If you are more accurate at the lower poundage than you are at 70 pounds then no you wont notice the performance difference. I never thought about re-timing the bow and such at the lower draw weight. Makes since to have it rechecked for sure though.


----------



## Gary73 (Jan 11, 2008)

I dropped 5.7lbs off my 82nd and I only lost 5fps.


----------



## BowKil (Mar 19, 2005)

I dropped 20 pounds, now I'm down to 185 and I still shoot like crap......  :darkbeer:


----------



## ajstrider (Feb 20, 2009)

I don't think you should worry about bow performance, I am sure at the lower draw weight it will do whatever it is doing now. For whitetails only, I am a fan of 60#. I have 60# limbs on my Alphamax and I wouldn't have it any other way. People hunt and kill deer with much less power than my bow produces. Back in the old days, indians use to kill buffalo with longbows! If I would ever get drawn for elk permit here in Kentucky, I intend to use my 60# bow for that too. I just don't see any reason to draw 70# if you don't need to, in the long run, that wear and tear on your muscles and joints may take a year or two of bowhunting away from you, who wants that?


----------



## quick kill (May 18, 2009)

*I concur*

I do think 15 or more years ago shooting a heavier bow was almost necessary. However, I don't think it matters with todays compounds. Fred Bear used to say that you can kill any game animal in North America with a 45# bow and he was talking about traditional gear. Unless you're hunting Africa, 60# is perfect. Because of this, I've begun purging my 70# bows. I just traded away my Commander last week and now i'm considering selling my Switchback. I just don't know if I can let that one go though.........


----------



## Bowdon (Aug 17, 2004)

I'm 62 and still can shoot 70 lb with no problems. I been doing it for 45 years. I start my bow at 70 lbs and when a get a new size of arrow then group tune the bow to the arrows. My bow is set at 68 lbs now to get the best groups with the arrows I have now for my hunting bow. Poundage is not a big thing as long as it's in that 60 to 70 lb range. The thing I want is the best performance out of my bow and the spine of arrow I'm shooting.

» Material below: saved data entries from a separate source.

"""The voltage applied over a hold: its mean with uncertainty, how long it stood inside the tolerance, its peaks.

The value of a direct test voltage is the arithmetic mean, the tolerance ±1 % up to 60 s and ±3 % beyond (IEC 60060-1);
whether it is inside is judged on the mean over a window, as the plan says.  The time is counted here from the record,
apart from the clock that ran the hold.
"""

from dataclasses import dataclass

import numpy as np

from hvhost.measure.timeline import StepSpan
from hvhost.measure.uncertainty import Value, mean_value
from hvhost.record.data import Floats, Mask, RunData


@dataclass(frozen=True, slots=True, kw_only=True)
class HoldResult:
    """What one hold applied; volts are magnitudes, times in seconds."""

    number: int
    name: str
    place: str
    level_v: float
    tolerance: float
    window_s: float
    asked_s: float
    clock: str
    complete: bool  # the host ended it as done
    mean: Value | None  # None: no usable sample
    inside_s: float  # longest unbroken stretch, or the sum where the clock accumulates
    resolution_s: float  # of that time: two blocks
    peak_v: float
    lowest_v: float
    over_samples: int  # single samples above the tolerance: overstress
    ripple_v: float  # half of max - min over the clock's stretch, noise included
    missing: int  # samples absent within it
    clock_row: int | None
    begin_row: int
    end_row: int

    @property
    def long_enough(self) -> bool:
        """Whether the voltage stood inside its tolerance for the time asked."""
        return self.inside_s >= self.asked_s - self.resolution_s

    @property
    def level_met(self) -> bool:
        """Whether the measured mean lies within the tolerance (simple acceptance)."""
        return self.mean is not None and abs(self.mean.value - self.level_v) <= self.tolerance * self.level_v


def window_rows(run: RunData, window_s: float) -> int:
    """Return how many rows a window holds, at least one."""
    return max(1, round(window_s * run.meta.tick_hz / run.meta.sample_ticks))


def trailing_mean(values: Floats, rows: int) -> Floats:
    """Return the mean over the last ``rows`` values at each value (fewer at the beginning)."""
    total = np.concatenate(([0.0], np.cumsum(values)))
    ends = np.arange(1, len(values) + 1)
    starts = np.maximum(ends - rows, 0)
    return np.asarray((total[ends] - total[starts]) / (ends - starts))


def longest_true(mask: Mask) -> int:
    """Return the length of the longest unbroken stretch of True."""
    edges = np.flatnonzero(np.diff(np.concatenate(([False], mask, [False])).astype(np.int8)))
    return int((edges[1::2] - edges[0::2]).max()) if len(edges) else 0


def measure_hold(run: RunData, span: StepSpan) -> HoldResult:
    """Measure one hold from the record."""
    level, tolerance = span.number_of("v"), span.number_of("tolerance", 0.01)
    window_s = span.number_of("window_s", 1.0)
    usable = run.usable(span.begin, span.end)
    volts = run.volts(span.begin, span.end)[usable]
    inside = np.abs(trailing_mean(volts, window_rows(run, window_s)) - level) <= tolerance * level
    accumulate = span.step.get("clock") == "accumulate"
    period_s = run.meta.sample_ticks / run.meta.tick_hz
    counted = int(inside.sum()) if accumulate else longest_true(inside)
    start = span.clock if span.clock is not None and span.begin <= span.clock < span.end else None
    clocked = run.volts(start, span.end)[run.usable(start, span.end)] if start is not None else volts[inside]
    longest_block = int(run.head["pairs"].max()) if len(run.head) else 1
    seen = clocked if len(clocked) else volts
    return HoldResult(
        number=span.number, name=span.name, place=str(span.step.get("place", "")), level_v=level, tolerance=tolerance,
        window_s=window_s, asked_s=span.number_of("hold_s"), clock=str(span.step.get("clock", "continuous")),
        complete=span.complete, mean=mean_value(run.meta.voltage, seen) if len(seen) else None,
        inside_s=counted * period_s, resolution_s=2 * longest_block * period_s,
        peak_v=float(seen.max()) if len(seen) else 0.0, lowest_v=float(seen.min()) if len(seen) else 0.0,
        over_samples=int((volts > level * (1.0 + tolerance)).sum()),
        ripple_v=float(seen.max() - seen.min()) / 2.0 if len(seen) else 0.0,
        missing=sum(g.missing for g in run.gaps if span.begin <= g.row <= span.end),
        clock_row=start, begin_row=span.begin, end_row=span.end)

Thats the great thing about a compound you can fine tune with the poundage to your arrow spine.


----------



## Profitup (Mar 9, 2009)

*Tiff blows arrows through*

Tiff shot an elk on one film and I am sure she is 40 to 50# and the arrow went into the dirt and the elk did not know a light weight took him out. The key is where you hit like Fred Bear said. Look at the 3D guys they all shoot around 50 to 60#. I am 65 and wobble around so accuracy is more of an issue than power.

Now shoot 321 grain arrow flat and fast to 40 yards with good power.:elch::elch::elch::elch::elch::elch::elch: With so many animals how can I miss?


----------